FINANCIAL INFORMATION

        The financial statements of the Corporation incorporated by reference in this Prospectus and which may be incorporated by reference in any Prospectus Supplement are reported in United States dollars. Unless otherwise indicated, all financial information included and incorporated by reference in this Prospectus and which may be incorporated by reference in a Prospectus Supplement is determined using Canadian generally accepted accounting principles, referred to as "Canadian GAAP". Canadian GAAP differs from United States generally accepted accounting principles, referred to as "U.S. GAAP". Therefore, the consolidated financial statements incorporated by reference in this Prospectus and any Prospectus Supplement may not be comparable to financial statements prepared in accordance with U.S. GAAP. A discussion of the principal differences between the Corporation's financial results and financial condition calculated under Canadian GAAP and under U.S. GAAP is provided in the notes to the Corporation's annual consolidated financial statements incorporated by reference into this Prospectus and any Prospectus Supplement, as applicable. Financial statements of the Corporation which will be deemed incorporated by reference herein in the future, or which may form part of a Prospectus Supplement in the future, will be prepared in accordance with International Financial Reporting Standards.


CURRENCY PRESENTATION AND EXCHANGE RATE INFORMATION

        All monetary amounts used in this Prospectus and any Prospectus Supplement are or will be stated in United States dollars, unless otherwise indicated. On April 20, 2011, the noon spot rate for Canadian dollars in terms of the United States dollar, as reported by the Bank of Canada, was US$1.00=Cdn$0.9524 or Cdn$1.00=US$1.0500.

        The closing, high and low noon spot rates for the United States dollar in terms of Canadian dollars for each of the three years ended December 31, 2010, December 31, 2009 and December 31, 2008, as reported by the Bank of Canada, were as follows:

 
  December 31, 2010   December 31, 2009   December 31, 2008  
 
  (expressed in Cdn$)
 

Closing

    0.9946     1.0466     1.2246  

High

    1.0299     1.3000     1.2969  

Low

    1.0778     1.0292     0.9719  

5



DOCUMENTS INCORPORATED BY REFERENCE

        Information has been incorporated by reference in this Prospectus from documents filed with the securities commissions or similar authorities in each of the provinces of Canada and with the SEC in the United States. Copies of the documents incorporated herein by reference may be obtained on request without charge from the Senior Vice President, Legal, General Counsel and Corporate Secretary of the Corporation at 150 York Street, Suite 1102, Toronto, Ontario M5H 3S5, telephone (416) 815-0220, and are also available electronically at www.sedar.com. The filings of the Corporation through the System for Electronic Document Analysis and Retrieval ("SEDAR") are not incorporated by reference in this short form prospectus except as specifically set out herein.

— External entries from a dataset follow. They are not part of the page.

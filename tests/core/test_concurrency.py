"""Real processes: two saves of one revision race; a save killed before its rename loses nothing."""

from __future__ import annotations

import json
import os
import signal
import subprocess
import sys
from pathlib import Path

import pytest

from tablekeeper.store import Dataset

pytestmark = pytest.mark.timeout(120)

RACER = r"""
import json, os, sys, time
from pathlib import Path
from tablekeeper.errors import ConflictError
from tablekeeper.store import Dataset

root, name, barrier = sys.argv[1], sys.argv[2], Path(sys.argv[3])
ds = Dataset(root)
rec = ds.load("species", "water-l")
loaded = rec["revision"]
print("ready", flush=True)
while not barrier.exists():  # released by the parent at one moment
    time.sleep(0.0005)
try:
    saved = ds.save("species", dict(rec, name=name), expected_revision=loaded, reason="by " + name)
    print(json.dumps({"result": "saved", "revision": saved["revision"]}), flush=True)
except ConflictError as exc:
    print(json.dumps({"result": "conflict", "expected": exc.expected, "found": exc.found,
                      "theirs": exc.theirs["name"]}), flush=True)
"""


def _spawn(script: str, *args: str | Path, user: str) -> subprocess.Popen:
    env = dict(os.environ, TABLEKEEPER_USER=user)
    return subprocess.Popen([sys.executable, "-c", script, *map(str, args)], stdin=subprocess.PIPE,
                            stdout=subprocess.PIPE, stderr=subprocess.PIPE, text=True, env=env)


@pytest.mark.parametrize("attempt", range(3))
def test_two_processes_saving_one_revision_one_wins_one_gets_a_conflict(attempt: int, dataset: Dataset,
                                                                      species_record, tmp_path: Path) -> None:
    dataset.save("species", species_record(), expected_revision=None)
    journal_before = len(dataset.journal()[0])
    barrier = tmp_path / "go"
    procs = [_spawn(RACER, dataset.root, name, barrier, user=name) for name in ("ann", "bob")]
    for p in procs:
        assert p.stdout.readline().strip() == "ready", p.stderr.read()
    barrier.touch()
    results = {}
    for name, p in zip(("ann", "bob"), procs, strict=True):
        out, err = p.communicate(timeout=60)
        assert p.returncode == 0, err
        results[name] = json.loads(out)
    outcomes = sorted(r["result"] for r in results.values())
    assert outcomes == ["conflict", "saved"]
    winner = next(n for n, r in results.items() if r["result"] == "saved")
    loser = next(n for n, r in results.items() if r["result"] == "conflict")
    assert results[winner]["revision"] == 2
    assert (results[loser]["expected"], results[loser]["found"], results[loser]["theirs"]) == (1, 2, winner)
    rec = Dataset(dataset.root).load("species", "water-l")
    assert (rec["name"], rec["revision"]) == (winner, 2)
    entries, problems = Dataset(dataset.root).journal()
    assert problems == []
    new = entries[journal_before:]
    assert len(new) == 1
    assert (new[0]["user"], new[0]["reason"], new[0]["revision"]) == (winner, f"by {winner}", 2)
    assert new[0]["changes"] == [{"field": "name", "old": "water", "new": winner}]


KILLED = r"""
import os, sys
from tablekeeper.store import Dataset

real_replace = os.replace

def paused_replace(src, dst):
    # Stop right before the rename: the temporary file is written and fsynced, the target untouched.
    print("paused " + os.fspath(src), flush=True)
    sys.stdin.readline()  # blocks until the parent kills this process
    real_replace(src, dst)

os.replace = paused_replace
ds = Dataset(sys.argv[1])
rec = ds.load("species", "water-l")
ds.save("species", dict(rec, name="half-saved"), expected_revision=rec["revision"])
print("finished", flush=True)
"""


def test_a_save_killed_before_its_rename_leaves_the_old_record_whole(dataset: Dataset,
                                                                    species_record) -> None:
    dataset.save("species", species_record(), expected_revision=None)
    path = dataset.root / "species" / "water-l.json"
    before = path.read_bytes()
    journal_before = (dataset.root / "journal.jsonl").read_bytes()
    child = _spawn(KILLED, dataset.root, user="ann")
    line = child.stdout.readline().strip()
    assert line.startswith("paused "), child.stderr.read()
    tmp = Path(line.removeprefix("paused "))
    assert tmp.parent == path.parent and tmp.exists()
    assert b"half-saved" in tmp.read_bytes()  # the new version is complete, only the rename is missing
    child.send_signal(signal.SIGKILL)
    child.wait(timeout=30)
    assert child.returncode == -signal.SIGKILL
    assert path.read_bytes() == before
    assert (dataset.root / "journal.jsonl").read_bytes() == journal_before
    assert tmp.exists()  # still there until someone opens the dataset
    ds = Dataset(dataset.root)  # the kill released the lock; the open cleans up
    assert not tmp.exists()
    assert ds.load("species", "water-l")["name"] == "water"
    report = ds.load_all("species")
    assert list(report.records) == ["water-l"] and report.damaged == []
    # And the dataset takes the next save normally: the kill released the lock (a held lock would time out).
    assert ds.save("species", dict(ds.load("species", "water-l"), name="after"), expected_revision=1)[
        "revision"] == 2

        The following documents, filed by the Corporation with the securities commissions or similar authorities in each of the provinces of Canada and the SEC, are specifically incorporated by reference into, and form an integral part of, this Prospectus:

        Any document of the type referred to above (excluding confidential material change reports) filed by the Corporation with the securities commissions or similar regulatory authorities in Canada after the date of this Prospectus shall be deemed to be incorporated by reference in this Prospectus. In addition, any similar documents filed on Form 6-K or Form 40-F by the Corporation with the SEC after the date of this Prospectus shall be deemed to be incorporated by reference into this Prospectus, if and to the extent expressly provided for in such reports on Form 6-K or Form 40-F. The Corporation's periodic reports on Form 6-K and its annual reports on Form 40-F are available at the SEC's website at www.sec.gov.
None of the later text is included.